Consider Lesson 15-4 of the U of Chicago text. This lesson is called "Locating the Center of a Circle," which is exactly what we're trying to do here -- locate the center of the circle through M, N, P. We begin by finding the perpendicular bisector of MN -- the locus of all points equidistant from M, N. We don't know where this line is, but we do know one point on this line -- Point O. After all, MO = NO = 17, as MO, NO are radii respectively of Circles M, N and these are known to be 17. Thus O must lie on the locus of all points equidistant from M, N -- namely the perpendicular bisector of MN.
Likewise, O must lie on the perpendicular bisector of MP, since it's equidistant from M, P. These two perpendicular bisectors intersect at the circle of the circle through M, N, P -- and we already know that O lies on both lines. As two lines intersect in at most one point, that point is exactly O. Therefore, O must be the center of the circle. QED
And with O as the center of the circle and its radius MO = 17, we conclude OL = 17, as OL is also a radius of Circle O. Our answer is now satisfactory.

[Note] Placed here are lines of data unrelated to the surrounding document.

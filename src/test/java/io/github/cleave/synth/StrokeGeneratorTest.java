package io.github.cleave.synth;

import static org.assertj.core.api.Assertions.assertThat;

import io.github.cleave.image.Raster;
import io.github.cleave.image.SeedLabels;
import java.util.HashSet;
import java.util.List;
import java.util.Set;
import org.junit.jupiter.api.Test;

class StrokeGeneratorTest {
  private static final List<Phantom> PHANTOMS = SamplePhantoms.all(SamplePhantoms.DEFAULT_SEED);

  @Test
  void phantomStrokesKeepTheLimits() {
    // Limits of the seeding protocol (project convention, no source): at most two strokes per
    // class, at most 3 voxels wide, each at most 2 % of its region, foreground inside one object
    // away from its edge, background away from every object.
    for (Phantom p : PHANTOMS) {
      List<List<Integer>> fg = strokes(p.seeds(), p.image(), SeedLabels.FOREGROUND);
      List<List<Integer>> bg = strokes(p.seeds(), p.image(), SeedLabels.BACKGROUND);
      assertThat(fg).as(p.name()).hasSize(2);
      assertThat(bg).as(p.name()).hasSize(2);
      checkStrokes(p, fg, bg);
    }
  }

  @Test
  void foregroundStrokesLieInTwoObjectsAndBackgroundStrokesInBrightAndDarkParts() {
    for (Phantom p : PHANTOMS) {
      List<List<Integer>> fg = strokes(p.seeds(), p.image(), SeedLabels.FOREGROUND);
      assertThat(p.truthLabels()[fg.get(0).get(0)])
          .as(p.name())
          .isNotEqualTo(p.truthLabels()[fg.get(1).get(0)]);
      float[] v = SamplePhantomsTest.brightness(p);
      List<List<Integer>> bg = strokes(p.seeds(), p.image(), SeedLabels.BACKGROUND);
      double a = mean(v, bg.get(0));
      double b = mean(v, bg.get(1));
      // the two background strokes sample clearly different illumination (> 20 % apart)
      assertThat(Math.max(a, b) / Math.min(a, b)).as(p.name()).isGreaterThan(1.2);
    }
  }

  @Test
  void oneStrokePerObject() {
    for (Phantom p : PHANTOMS) {
      Raster r = p.image();
      SeedLabels seeds =
          StrokeGenerator.strokesPerObject(
              p.truthLabels(),
              SamplePhantomsTest.brightness(p),
              r.width(),
              r.height(),
              r.depth(),
              9);
      List<List<Integer>> fg = strokes(seeds, r, SeedLabels.FOREGROUND);
      List<List<Integer>> bg = strokes(seeds, r, SeedLabels.BACKGROUND);
      Set<Integer> objects = new HashSet<>();
      for (List<Integer> s : fg) {
        assertThat(objects.add(p.truthLabels()[s.get(0)])).as("one stroke per object").isTrue();
      }
      // every object of these phantoms is deep enough for a stroke
      assertThat(objects).as(p.name()).hasSize(p.objectCount());
      assertThat(bg).hasSize(2);
      checkStrokes(p, fg, bg);
    }
  }

  @Test
  void strokesAreDeterministicForASeed() {
    Phantom p = PHANTOMS.get(0);
    Raster r = p.image();
    float[] v = r.channel(0);
    SeedLabels a = StrokeGenerator.strokes(p.truthLabels(), v, r.width(), r.height(), 1, 4);
    SeedLabels b = StrokeGenerator.strokes(p.truthLabels(), v, r.width(), r.height(), 1, 4);
    assertThat(b.labels()).isEqualTo(a.labels());
  }

  private static void checkStrokes(Phantom p, List<List<Integer>> fg, List<List<Integer>> bg) {
    Raster r = p.image();
    int[] labels = p.truthLabels();
    int[] size = new int[p.objectCount() + 1];
    for (int k : labels) {
      size[k]++;
    }
    int[] objectDepth = StrokeGenerator.distance(labels, r.width(), r.height(), r.depth(), false);
    int[] bgDepth = StrokeGenerator.distance(labels, r.width(), r.height(), r.depth(), true);
    for (List<Integer> stroke : fg) {
      int object = labels[stroke.get(0)];
      assertThat(object).isPositive();
      assertThat((double) stroke.size())
          .isGreaterThanOrEqualTo(3)
          .isLessThanOrEqualTo(0.02 * size[object]);
      for (int i : stroke) {
        assertThat(labels[i]).isEqualTo(object);
        assertThat(objectDepth[i]).isGreaterThan(StrokeGenerator.OBJECT_MARGIN);
      }
      assertThat(thinnerThanFour(stroke, r)).isTrue();
    }
    for (List<Integer> stroke : bg) {
      assertThat((double) stroke.size())
          .isGreaterThanOrEqualTo(3)
          .isLessThanOrEqualTo(0.02 * size[0]);
      for (int i : stroke) {
        assertThat(labels[i]).isZero();
        assertThat(bgDepth[i]).isGreaterThan(StrokeGenerator.BACKGROUND_MARGIN);
      }
      assertThat(thinnerThanFour(stroke, r)).isTrue();
    }
  }

  private static List<List<Integer>> strokes(SeedLabels seeds, Raster r, int label) {
    boolean[] member = new boolean[seeds.size()];
    for (int i = 0; i < member.length; i++) {
      member[i] = seeds.label(i) == label;
    }
    return PhantomChecks.components(member, r.width(), r.height(), r.depth());
  }

  /**
   * At most 3 voxels wide: no 4 x 4 square of the plane lies wholly inside the stroke (a band of
   * width 3 at any angle cannot hold one), and the stroke lies in one plane.
   */
  private static boolean thinnerThanFour(List<Integer> stroke, Raster r) {
    int w = r.width();
    int h = r.height();
    Set<Integer> set = new HashSet<>(stroke);
    int plane = stroke.get(0) / (w * h);
    for (int i : stroke) {
      if (i / (w * h) != plane) {
        return false;
      }
      boolean full = true;
      for (int dy = 0; dy < 4 && full; dy++) {
        for (int dx = 0; dx < 4 && full; dx++) {
          full = (i % w) + dx < w && set.contains(i + dx + w * dy);
        }
      }
      if (full) {
        return false;
      }
    }
    return h > 0;
  }

  private static double mean(float[] v, List<Integer> voxels) {
    double sum = 0;
    for (int i : voxels) {
      sum += v[i];
    }
    return sum / voxels.size();
  }
}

Stewart Chapter 14: Dark Stars
Chapter 14 of Ian Stewart's Calculating the Cosmos is called "Dark Stars." If you recall from last year, each chapter begins with a quote:
"HOLLY: Well, the thing about a black hole, its main distinguishing feature, is -- it's black. And the thing about space, the color of space, your basic space color is -- it's black. So how are you supposed to see them?"
-- Red Dwarf, Series 3 episode 2: 'Marooned'
As you've probably figured out from the quote, the "dark stars" in the chapter title are black holes. But Stewart opens the chapter not with a black holes, but a white rock:
"Flying to the Moon has long been a human dream. Lucian of Samosata's satirical True Fictions, dating from about 150 AD, includes imaginary trips to the Moon and Venus."
But we can't go anywhere beyond our planet unless we can exceed its escape velocity, which works out to be 11.2 kilometers per second:
"You still feel its gravitational force -- remember, law of universal gravitation -- but the force falls away so rapidly that you don't grind to a halt."
As the author tells us, the solar system has a larger escape velocity -- 42.1 kilometers per second. But the question here is, can there be an object whose escape velocity exceeds the speed of light?
"Not only does such a mass trap all the light it emits; it disappears from the universe altogether, hidden behind a one-way ticket to oblivion called an event horizon."
According to Stewart, the mathematical equations for studying black holes are difficult, but one trick is to assume that a black hole is spherical, since spheres are symmetrical:
"So instead of the three dimensions of space, you have to consider only one, which is much easier. In 1915 Karl Schwarzschild exploited the idea to solve the Einstein equations for the gravitational field of a massive sphere, modeling a large star."
And he came up with the concept of a Schwarzschild radius -- as long as the radius of a massive object exceeds this radius, it will act like just an ordinary object. But what happens if the object is smaller than this radius?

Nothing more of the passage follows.